I may have misunderstood, for example, the wording on injunctions to prevent nuisance and annoyance. If I have I am sure the Minister will put me right. I would hate to think that he is as uncertain as I am about the exact meaning of parts of this Bill, since this Bill is his baby. Page 24 states:
“Anyone seeking to apply for an IPNA must have evidence … that the respondent has engaged in, or is threatening to engage in, conduct capable of causing nuisance or annoyance to another person. They will also need to satisfy the court that it is just and convenient to grant the injunction”.
Later, the same page states that,
“in deciding what constitutes ‘nuisance or annoyance’, applicants must be mindful that this route should not”— and “should not” is in bold—
“be used to stop reasonable, trivial or benign behaviours that have not caused, and are not likely to cause, harm to victims or communities”.
If one of the tests that the guidance indicates is that behaviours must have caused or be likely to cause harm to victims or communities, then why does the Bill not refer to causing harm and clearly define it—causing harassment, alarm or distress, for example—rather than simply referring to conduct causing nuisance or annoyance? There is a difference between causing nuisance and annoyance and causing harm. Which is correct: the Home Office Bill, the Home Office guidance or neither? Are the Government simply passing the buck for sorting that out to someone else, whether they be sitting in a court or working outside one?

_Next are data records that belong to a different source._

import { verdictExit } from '../../shared/contract/exit.ts'
import type { Record as StoredRecord } from '../../shared/contract/record.ts'
import { postTrim } from '../../shared/contract/trims.ts'
import { errorTable, isOgeeError, type OgeeError } from '../../shared/errors.ts'
import { problemDocument } from '../trouble.ts'
import type { Entry } from './entry.ts'
import type { Spool } from './folder.ts'
import type { SpoolClient } from './spool-client.ts'

/** What became of one entry; light, since a backlog can be long. */
export type SentLine = {
  name: string
  unit: string
  exit: number
  record: string | null
  verdict: StoredRecord['verdict']
  notices: string[]
  problem: OgeeError | null
}
/** `stopped`: why the rest still waits; null when everything was dealt with. */
export type Sending = { lines: number; notGood: number; stopped: OgeeError | null }

/**
 * Sends what is pending, in order, until something is in the way that is no entry's own fault; then the rest waits.
 * Guarantee: an entry leaves `pending/` only once the server's answer to it is on disk, and its key makes a second
 * delivery harmless; so a kill at any moment loses and doubles nothing.
 */
export async function sendPending(
  spool: Spool,
  client: Pick<SpoolClient, 'call'>,
  onLine: (line: SentLine) => Promise<void>,
  goOn: () => boolean = () => true,
): Promise<Sending> {
  const sending: Sending = { lines: 0, notGood: 0, stopped: null }
  const settled = new Set([...spool.names('sent'), ...spool.names('refused')])
  for (const name of spool.names('pending')) {
    // Its answer was on disk before a kill; only the taking away is left.
    if (settled.has(name)) spool.drop('pending', name)
    if (!goOn()) break
    const line = await sendOne(spool, client, name)
    if (line === null) continue
    if (isOgeeError(line)) {
      sending.stopped = line
      break
    }
    sending.lines += 1
    if (line.exit !== 0) sending.notGood += 1
    await onLine(line)
  }
  return sending
}

async function sendOne(
  spool: Spool,
  client: Pick<SpoolClient, 'call'>,
  name: string,
): Promise<SentLine | OgeeError | null> {
  let entry: Entry | null
  try {
    entry = spool.read('pending', name)
  } catch (error) {
    // Somebody has been at the file: it is set aside and named, and holds nothing up.
    if (!isOgeeError(error) || !isOwnFault(error)) throw error
    return refuse(spool, name, '', error)
  }
  if (entry === null) return null
  const { unit } = entry.body
  let record: StoredRecord
  try {
    record = await client.call(postTrim, { body: entry.body, idempotencyKey: entry.key })
  } catch (error) {
    if (!isOgeeError(error)) throw error
    if (!isOwnFault(error)) return error
    return refuse(spool, name, unit, error)
  }
  const { id, number, verdict, receipt } = record
  spool.move(name, 'sent', { ...entry, receipt, sent: { id, number, verdict } })
  const notices = record.notices.map(({ code }) => code)
  const exit = verdict === null ? 0 : verdictExit[verdict]
  return { name, unit, exit, record: id, verdict, notices, problem: null }
}

function refuse(spool: Spool, name: string, unit: string, problem: OgeeError): SentLine {
  spool.refuse(name, problemDocument(problem))
  return { name, unit, exit: problem.exit, record: null, verdict: null, notices: [], problem }
}

/** What is wrong with this measurement and no other: the server's word on it is final. */
const isOwnFault = ({ code }: OgeeError) => {
  const { exit, retry } = errorTable[code]
  return exit === 65 && !retry && code !== 'token-malformed'
}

There are a number of other issues we will want to discuss as the Bill goes through this House. These include measures to tackle covert policing, protection of people from assaults at work, reductions in the potential for gun use and reductions in domestic violence. We will also want to discuss the issue of legal highs and reducing their availability in our communities, and the redefinition of the compensation test for those who have been wrongly convicted.
The important issue of extradition was dealt with in a rush towards the end of the proceedings in the House of Commons. One government MP, lamenting this, said:
“Of course, the House of Lords is stuffed full of experts—lawyers and others who are au fait with the issues—and I am sure that there will be proper scrutiny in the other place”.—[Hansard, Commons, 15/10/13; col. 697.]
That is probably one expectation that we can meet, including whether the proposals are fair and just, will actually deliver the declared objectives and not also have some potential unintended consequences.
The Government’s proposals on anti-social behaviour in particular will need to be backed up by adequate and appropriate resources, both human and financial, if anything is to be achieved. Other proposals will also depend on proper resourcing being provided. Bearing in mind the cuts that have been made in a number of key areas, such as weakening the DNA provisions, reducing CCTV, reducing police numbers, reducing community safety budgets, leaving local authorities financially less able to maintain youth services, and now, it appears, the potential undermining of the
Secured by Design standards, to which my noble friend Lord Harris of Haringey has drawn attention, we will want to find out from the Government as we consider the Bill in detail whether their proposals are simply words or whether the necessary resources and powers will be provided—and, if so, in what form and to what level—to deliver the claimed objectives for the many changes set out in the Bill.